Pretreatment evaluation included a medical history; physical examination; complete blood cell count and serum chemistry tests; and chest, abdominal, and pelvic computed tomography (CT) scans. Clinical examination and biochemical tests were required before and during every cycle. All images for tumor responses were evaluated according to the RECIST version 1.1 [18]. All adverse events during chemotherapy were evaluated using the National Cancer Institute Common Terminology Criteria for Adverse Events (CTCAE version 4.0).

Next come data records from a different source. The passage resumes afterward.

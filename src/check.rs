//! Comparing a result document with a baseline (`lossprism check`): refusal when the two are
//! not runs of the same scenario, "identical" when every number agrees bit for bit, otherwise a
//! statistical verdict per row (family, training size, knob value) and term. Pure: no I/O (the
//! caller reads and writes files).
//!
//! # The rule
//!
//! For every row and every compared term (squared loss: `expected_loss`, `bias_sq`, `variance`;
//! 0-1 loss: `expected_loss`, `bias`, `variance`, `net_variance`, `kohavi_wolpert.bias_sq`,
//! `kohavi_wolpert.variance`, `james.systematic_effect`, `james.variance_effect`; larger is worse
//! for all of them) let `d = new − base`, `se` the standard error of `d` (which depends on the
//! mode, below) and `z = d / se`. The term is
//!
//! - **worse** when `z > sigma` and `d > margin·|base|`,
//! - **better** when `z < −sigma` and `|d| > margin·|base|`,
//! - **unchanged** otherwise.
//!
//! `sigma` (default 4) bounds false alarms from Monte Carlo noise: under no change `z` is
//! approximately standard normal, so each term is flagged with probability about `1 − Φ(sigma)`
//! (3.2e-5 at 4). `margin` (default 2 %, per term overridable) ignores changes too small to
//! matter in practice, however precisely measured. When `se = 0` (a paired difference that no
//! block moves), `d = 0` is unchanged and any other `d` is judged by the margin alone.
//!
//! # Modes
//!
//! The mode is chosen from the documents and printed:
//!
//! - **identical**: every number equals the baseline's bit for bit.
//! - **paired**: same seed, replicates, blocks and evaluation points (equal fingerprints), so both
//!   runs saw the same training sets. Each document carries every term computed with each
//!   replicate block left out; the differences `D_(b) = new_(b) − base_(b)` give the delete-a-group
//!   jackknife standard error `se = √((B−1)/B · Σ_b (D_(b) − D̄)²)` (Efron & Tibshirani, *An
//!   Introduction to the Bootstrap*, 1993, eq. 11.5, applied to groups as in Shao & Tu, *The
//!   Jackknife and Bootstrap*, 1995, §2.3). Monte Carlo noise common to both runs cancels, so a
//!   change is detected with far fewer replicates than with independent runs.
//! - **unpaired, same evaluation points** (fingerprints equal, seeds or replicates differ): the
//!   runs are independent, `se = √(se_new² + se_base²)`. With the same seed and different
//!   replicates or blocks they share training sets, which makes this conservative.
//! - **unpaired, different evaluation points** (fingerprints differ): each term is an average over
//!   `m` evaluation points, so it also varies with the points: `se² = se_new² + se_base² +
//!   (point_sd_new² + point_sd_base²) / m`, where `point_sd²` is the variance of the per-point
//!   term across the points (the variance of a mean of `m` independent draws is the draws'
//!   variance over `m`). The per-point terms carry their own Monte Carlo noise, which `se`
//!   already counts; each document's `point_noise` (a jackknife over blocks, see
//!   [`crate::decompose::point_spread`]) is subtracted from `point_sd²` so it is not counted
//!   twice (without it the test is conservative). This assumes the points are independent draws
//!   from the same input distribution: a synthetic or twin source with a random design and fresh
//!   evaluation points. Evenly spaced inputs, a fixed design, evaluation at the design and tables
//!   are refused: their difference is not sampling noise.
//!
//! Documents written before the leave-one-block-out values and point spreads were recorded
//! (no `uncertainty` section) can only be found identical; otherwise they are refused with a
//! request to rerun the baseline.

use std::fmt;

use crate::decompose::{self, Shape};
use crate::fmt::{fmt_num, fmt_se, fmt_value};
use crate::report::{PointRow, ResultDoc, RowUncertainty, Uncertainty, FORMAT};

/// The terms a document's rows are compared on: those its term description gives a standard
/// error, except the direct cross-check, noise terms and the detail-only terms.
pub fn compared_terms(doc: &ResultDoc) -> Vec<String> {
    doc.term_docs()
        .into_iter()
        .filter(|t| t.stderr && t.role != "direct" && t.role != "noise" && t.group != "detail")
        .map(|t| t.key)
        .collect()
}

The primary endpoint in this study was the MTD and RD of the ramucirumab plus irinotecan regimen.

Secondary endpoints included toxicities, response rate (RR), progression-free survival (PFS) and overall survival (OS). Safety and efficacy analyses were both conducted in an intention-to-treat (ITT) population, defined as all patients enrolled in the study who received at least one dose of chemotherapy. All statistical analyses were conducted using the SPSS software package (SPSS 22.0 Inc., Chicago, IL).

This trial was registered with the University Hospital Medical Information Network (UMIN no. 000018606).